● What you are asked to do
Return only what lies between the first line of the entries and the line containing "string; title: string;", both lines included.

=-=-=-=-=

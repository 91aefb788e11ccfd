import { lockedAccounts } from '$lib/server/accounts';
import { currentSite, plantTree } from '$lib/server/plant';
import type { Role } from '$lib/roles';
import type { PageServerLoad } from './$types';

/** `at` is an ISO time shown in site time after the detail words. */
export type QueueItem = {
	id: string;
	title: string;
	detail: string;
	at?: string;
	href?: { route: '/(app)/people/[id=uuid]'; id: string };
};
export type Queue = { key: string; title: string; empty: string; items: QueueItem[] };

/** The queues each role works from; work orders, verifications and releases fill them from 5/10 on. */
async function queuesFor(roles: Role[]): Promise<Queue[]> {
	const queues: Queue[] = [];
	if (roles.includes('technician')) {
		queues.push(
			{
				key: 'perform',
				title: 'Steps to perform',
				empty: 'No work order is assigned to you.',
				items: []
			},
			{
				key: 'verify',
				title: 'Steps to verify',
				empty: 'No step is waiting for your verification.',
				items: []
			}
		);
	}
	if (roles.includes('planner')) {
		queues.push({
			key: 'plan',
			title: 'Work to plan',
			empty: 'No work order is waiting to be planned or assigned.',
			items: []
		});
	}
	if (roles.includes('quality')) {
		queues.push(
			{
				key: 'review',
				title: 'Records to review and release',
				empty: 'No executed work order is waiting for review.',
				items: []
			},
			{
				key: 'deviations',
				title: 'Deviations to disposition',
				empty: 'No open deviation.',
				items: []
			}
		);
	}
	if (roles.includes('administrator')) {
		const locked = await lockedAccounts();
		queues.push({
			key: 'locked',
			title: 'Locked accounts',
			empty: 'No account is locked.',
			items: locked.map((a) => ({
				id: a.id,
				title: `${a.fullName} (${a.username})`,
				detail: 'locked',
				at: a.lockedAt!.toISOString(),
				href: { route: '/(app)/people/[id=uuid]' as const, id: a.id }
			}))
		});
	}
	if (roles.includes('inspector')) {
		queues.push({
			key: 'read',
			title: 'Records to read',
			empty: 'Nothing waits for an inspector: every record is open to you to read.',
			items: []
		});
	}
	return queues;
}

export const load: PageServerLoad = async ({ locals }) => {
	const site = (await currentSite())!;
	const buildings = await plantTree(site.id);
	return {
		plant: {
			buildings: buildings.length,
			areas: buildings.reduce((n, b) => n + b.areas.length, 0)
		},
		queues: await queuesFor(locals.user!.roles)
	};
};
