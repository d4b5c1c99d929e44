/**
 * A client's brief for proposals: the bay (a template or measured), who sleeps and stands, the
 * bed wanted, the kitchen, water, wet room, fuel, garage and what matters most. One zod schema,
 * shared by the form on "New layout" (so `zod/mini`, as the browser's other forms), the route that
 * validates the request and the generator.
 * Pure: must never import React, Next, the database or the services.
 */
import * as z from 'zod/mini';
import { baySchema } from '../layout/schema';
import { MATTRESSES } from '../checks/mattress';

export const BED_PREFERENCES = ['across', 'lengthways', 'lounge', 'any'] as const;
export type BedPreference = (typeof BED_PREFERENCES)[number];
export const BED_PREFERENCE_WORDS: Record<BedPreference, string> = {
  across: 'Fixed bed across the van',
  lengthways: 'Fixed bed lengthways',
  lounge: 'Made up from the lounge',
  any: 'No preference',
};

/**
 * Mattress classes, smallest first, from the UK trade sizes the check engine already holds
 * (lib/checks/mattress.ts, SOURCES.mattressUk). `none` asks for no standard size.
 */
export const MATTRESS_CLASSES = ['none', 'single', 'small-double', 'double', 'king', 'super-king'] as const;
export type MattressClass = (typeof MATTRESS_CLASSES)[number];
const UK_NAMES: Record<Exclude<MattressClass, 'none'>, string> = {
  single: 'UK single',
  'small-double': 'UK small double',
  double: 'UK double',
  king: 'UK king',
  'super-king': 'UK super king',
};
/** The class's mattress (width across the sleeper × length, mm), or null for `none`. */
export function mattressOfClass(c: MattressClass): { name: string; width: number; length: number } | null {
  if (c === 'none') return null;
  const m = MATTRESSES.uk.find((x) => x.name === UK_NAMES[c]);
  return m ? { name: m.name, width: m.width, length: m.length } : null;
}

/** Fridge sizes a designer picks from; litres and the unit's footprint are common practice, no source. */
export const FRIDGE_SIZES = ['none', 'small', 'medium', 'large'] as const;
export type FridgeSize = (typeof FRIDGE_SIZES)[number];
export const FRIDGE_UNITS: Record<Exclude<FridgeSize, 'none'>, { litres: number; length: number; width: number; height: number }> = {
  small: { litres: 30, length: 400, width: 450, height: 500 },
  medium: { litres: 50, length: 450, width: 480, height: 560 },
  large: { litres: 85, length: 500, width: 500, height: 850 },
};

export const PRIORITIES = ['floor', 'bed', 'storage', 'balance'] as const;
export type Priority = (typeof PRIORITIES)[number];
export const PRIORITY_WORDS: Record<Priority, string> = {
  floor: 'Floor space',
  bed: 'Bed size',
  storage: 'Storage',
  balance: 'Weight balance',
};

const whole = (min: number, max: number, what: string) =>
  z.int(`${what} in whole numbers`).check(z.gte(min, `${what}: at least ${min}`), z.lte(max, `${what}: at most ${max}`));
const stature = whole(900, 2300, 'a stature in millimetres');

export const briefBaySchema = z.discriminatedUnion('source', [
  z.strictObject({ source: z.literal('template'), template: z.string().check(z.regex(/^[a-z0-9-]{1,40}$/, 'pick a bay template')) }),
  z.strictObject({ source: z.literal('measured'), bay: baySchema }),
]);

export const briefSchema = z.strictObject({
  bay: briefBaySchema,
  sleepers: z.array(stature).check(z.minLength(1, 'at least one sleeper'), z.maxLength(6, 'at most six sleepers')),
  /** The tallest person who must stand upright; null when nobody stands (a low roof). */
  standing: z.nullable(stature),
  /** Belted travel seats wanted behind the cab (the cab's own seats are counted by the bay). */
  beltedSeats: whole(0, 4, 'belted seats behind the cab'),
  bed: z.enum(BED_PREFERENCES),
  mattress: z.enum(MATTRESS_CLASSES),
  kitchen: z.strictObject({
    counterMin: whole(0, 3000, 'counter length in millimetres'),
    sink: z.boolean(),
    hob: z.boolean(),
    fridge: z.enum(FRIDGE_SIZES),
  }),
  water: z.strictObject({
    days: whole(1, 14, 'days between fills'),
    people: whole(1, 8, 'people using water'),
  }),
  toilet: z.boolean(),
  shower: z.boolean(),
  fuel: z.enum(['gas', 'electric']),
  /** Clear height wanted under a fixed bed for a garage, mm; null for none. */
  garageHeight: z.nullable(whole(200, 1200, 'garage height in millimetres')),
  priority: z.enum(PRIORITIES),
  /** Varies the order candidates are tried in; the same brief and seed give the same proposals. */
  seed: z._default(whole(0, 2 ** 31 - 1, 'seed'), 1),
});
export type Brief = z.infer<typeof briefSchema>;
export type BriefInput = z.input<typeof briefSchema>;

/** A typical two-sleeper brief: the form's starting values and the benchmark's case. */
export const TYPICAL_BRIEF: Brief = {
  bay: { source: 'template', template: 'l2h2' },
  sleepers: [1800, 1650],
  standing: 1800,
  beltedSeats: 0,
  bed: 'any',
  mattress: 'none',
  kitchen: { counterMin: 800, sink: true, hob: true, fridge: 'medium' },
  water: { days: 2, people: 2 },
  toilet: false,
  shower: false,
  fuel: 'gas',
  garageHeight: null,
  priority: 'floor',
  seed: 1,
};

=-=-=-=-=

● Exercise solution
repository 91aefb788e11ccfd
import { lockedAccounts } from '$lib/server/accounts';
import { currentSite, plantTree } from '$lib/server/plant';
import type { Role } from '$lib/roles';
import type { PageServerLoad } from './$types';

/** `at` is an ISO time shown in site time after the detail words. */
export type QueueItem = {
	id: string;
	title: string;
	detail: string;
	at?: string;
	href?: { route: '/(app)/people/[id=uuid]'; id: string };
};
export type Queue = { key: string; title: string; empty: string; items: QueueItem[] };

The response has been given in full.